Unadorned Enchantments


Following a thunderous rain my granddaughter, Lori, and I left the house to play in the neighborhood creek. We put two matchbook boats side by side in the stream. We ran as quickly as we could to the footbridge crossing the creek and watched the progress of the two little boats. 

Although these boats were identical in size and structure, one boat quickly sailed under our footbridge while the other boat bumped along slowly was caught in a hydraulic force and spit into an eddy where it stalled.

“Pop, how come that boat kept going and the other one got stuck?” Lori asked.

Wanting Lori to be the smartest kid in gym class I said, “According to scientists studying chaos theory, it’s due to deterministic non-periodic flow.”

“That’s what I thought,” replied Lori. “I think I’ll go ask Mimi.”

I never discovered Mimi’s answer, but Lori’s dilemma presents some difficult questions: 
  • Do we just spin through life like matchbox boats? 
  • Does the outcome of our life depend on the currents of fate or the structure of our life or something else? 
  • Are our actions determined? 
  • Do we have free will to sail the streams of our choosing? 
  • Why are our lives so unpredictable? 
  • Why does the kid voted most likely to succeed spend his life under a park bench while the class clown wins the Noble Prize?

I strolled home considering these questions. As soon as I stepped over the threshold of our home, the aroma of freshly baked cookies wafted from the kitchen where I found Mimi and Lori taking the first batch from the oven. “Have a cookie.” Lori said.  

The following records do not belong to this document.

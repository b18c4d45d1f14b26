/**
 * A small registry so that every /api route declares its role-table action in one place:
 *
 *   const r = new ApiRoutes();
 *   r.get('/orgs/:org/members', 'members.read', handler);
 *
 * createApiRouter mounts them as `requireRole(action)` + handlers; the role-matrix test reads
 * the same list (method, path, action) to prove it covers every route.
 */
import type { RequestHandler } from 'express';
import type { Action } from '../../http/roles.ts';

export type ApiMethod = 'get' | 'post' | 'patch' | 'delete';

export interface ApiRoute {
  method: ApiMethod;
  /** Express path under /api, e.g. "/orgs/:org/keys/:id/rotate". */
  path: string;
  action: Action;
  handlers: RequestHandler[];
}

export class ApiRoutes {
  readonly list: ApiRoute[] = [];
  private add(method: ApiMethod, path: string, action: Action, handlers: RequestHandler[]): this {
    this.list.push({ method, path, action, handlers });
    return this;
  }
  get(path: string, action: Action, ...handlers: RequestHandler[]): this {
    return this.add('get', path, action, handlers);
  }
  post(path: string, action: Action, ...handlers: RequestHandler[]): this {
    return this.add('post', path, action, handlers);
  }
  patch(path: string, action: Action, ...handlers: RequestHandler[]): this {
    return this.add('patch', path, action, handlers);
  }
  delete(path: string, action: Action, ...handlers: RequestHandler[]): this {
    return this.add('delete', path, action, handlers);
  }
}
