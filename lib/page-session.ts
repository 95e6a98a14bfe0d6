import "server-only";
import { getServerSession } from "next-auth";
import { redirect } from "next/navigation";
import { authOptions } from "@/lib/auth";
import type { Role } from "@/lib/schemas/roles";
import { CAN } from "@/lib/server/session";

/** A member's role as pages see it: the one role list of lib/schemas/roles.ts. */
export type MemberRole = Role;

export interface PageUser {
  id: string;
  name: string | null;
  email: string | null;
  role: MemberRole;
  teamId: string;
  teamName: string;
}

/** May create, edit and delete scenarios, runs, captures and part profiles: the role table's `edit` row (lib/server/session.ts, DEVELOPERS.md § Roles). */
export function canEdit(role: MemberRole): boolean {
  return (CAN.edit as readonly Role[]).includes(role);
}

/** The signed-in member for a server page, or null. Pages only decide what to show; route handlers enforce. */
export async function getPageUser(): Promise<PageUser | null> {
  const session = await getServerSession(authOptions);
  const u = session?.user;
  if (!u?.id || !u.role) return null;
  return {
    id: u.id,
    name: u.name ?? null,
    email: u.email ?? null,
    role: u.role,
    teamId: u.teamId,
    teamName: u.teamName,
  };
}

/** Same, but sends anyone without a session to the sign-in page. */
export async function requirePageUser(): Promise<PageUser> {
  const user = await getPageUser();
  if (!user) redirect("/signin");
  return user;
}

Sometimes when we try to explain the unexplainable—nature and nurture, genetics and environment, normal and abnormal, we can thank God for oatmeal cookies.

And, fortunately, when there aren’t any cookies, we can still find reassurance in a warm hug, an act of kindness, a word of encouragement, or the gentle touch of a loving hand, not to mention, sailboats, basketballs, violins, butterflies, and reading The Chronicles of Narnia to grandchildren before bedtime prayers. 

These and other simple pleasures, the nuances, the incongruities, the subtleties, are what give life value. They are the unadorned enchantments that frame our lives. 

That’s the best I can do to explain the wonder of human behavior. And so it is that a simple question from a child gives me the hopeful assurance of life’s richness for us all.